To understand how this method works, each font is separated by a pipe. Specific styles are appended to the font name by a colon and separated using commas. Spaces in the font names must be replaced with a plus.

Example: http://fonts.googleapis.com/css?family=Gentium+Book+Basic:700,700italic|Ubuntu:400,700italic

Always place your link code before any “<script>” tags in your head to allow Internet Explorer to detect them properly. As an alternative, you can opt to use @import in your CSS document instead:

/* Google Fonts Import
-------------------------- */
@import url(http://fonts.googleapis.com/css?family=Droid+Sans:
 regular,bold|Droid+Sarif:regular,italic,bold,bolditalic&subset=latin);

Add a Transparent Shadow for Text Smoothing

A common complaint with embedded fonts viewed in Windows is the jagged edges that plague some font styles. This is a serious problem for designs that use extremely light or thin fonts, where jagged edges completely ruin the font’s elegance or readability. Thankfully, there is a solution in the CSS text:shadow property. By setting a 1pixel transparency, browsers that support this rule will display the text with a light anti-aliasing effect. Add the property to any class where one of your Google fonts is specified, or use it in your universal declarations to apply it to the whole site.
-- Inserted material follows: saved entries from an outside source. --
import { db, type Executor } from "~/db/client.server";
import { auditLog } from "~/db/schema";

/**
 * Appends one line to the audit log: who did what to which object. Never updated, never deleted. Inside a
 * transaction, pass its handle (`ex`), so the line commits with the change it records.
 */
export async function audit(
  entry: {
  actorUserId: string | null;
  eventId?: string | null;
  action: string;
  subjectType: string;
  subjectId: string;
  details?: Record<string, unknown>;
  },
  ex: Executor = db(),
): Promise<void> {
  await ex
    .insert(auditLog)
    .values({ ...entry, eventId: entry.eventId ?? null, details: entry.details ?? {} });
}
text-shadow: 0 0 1px transparent;

Google Fonts for WordPress

If you are like thousands of designers, you probably use WordPress for your own portfolio or as a platform for client sites. The “WP Google Fonts” plugin uses the Google fonts API to provide a slick interface for selecting up to 6 fonts and associating them with specific elements. There is a custom CSS box for assigning fonts to special classes as well. This is an excellent worry-freealternative to embedding fonts or font options directly into the theme; frequent updates to the plugin ensure changes to the Google API will not affect your website.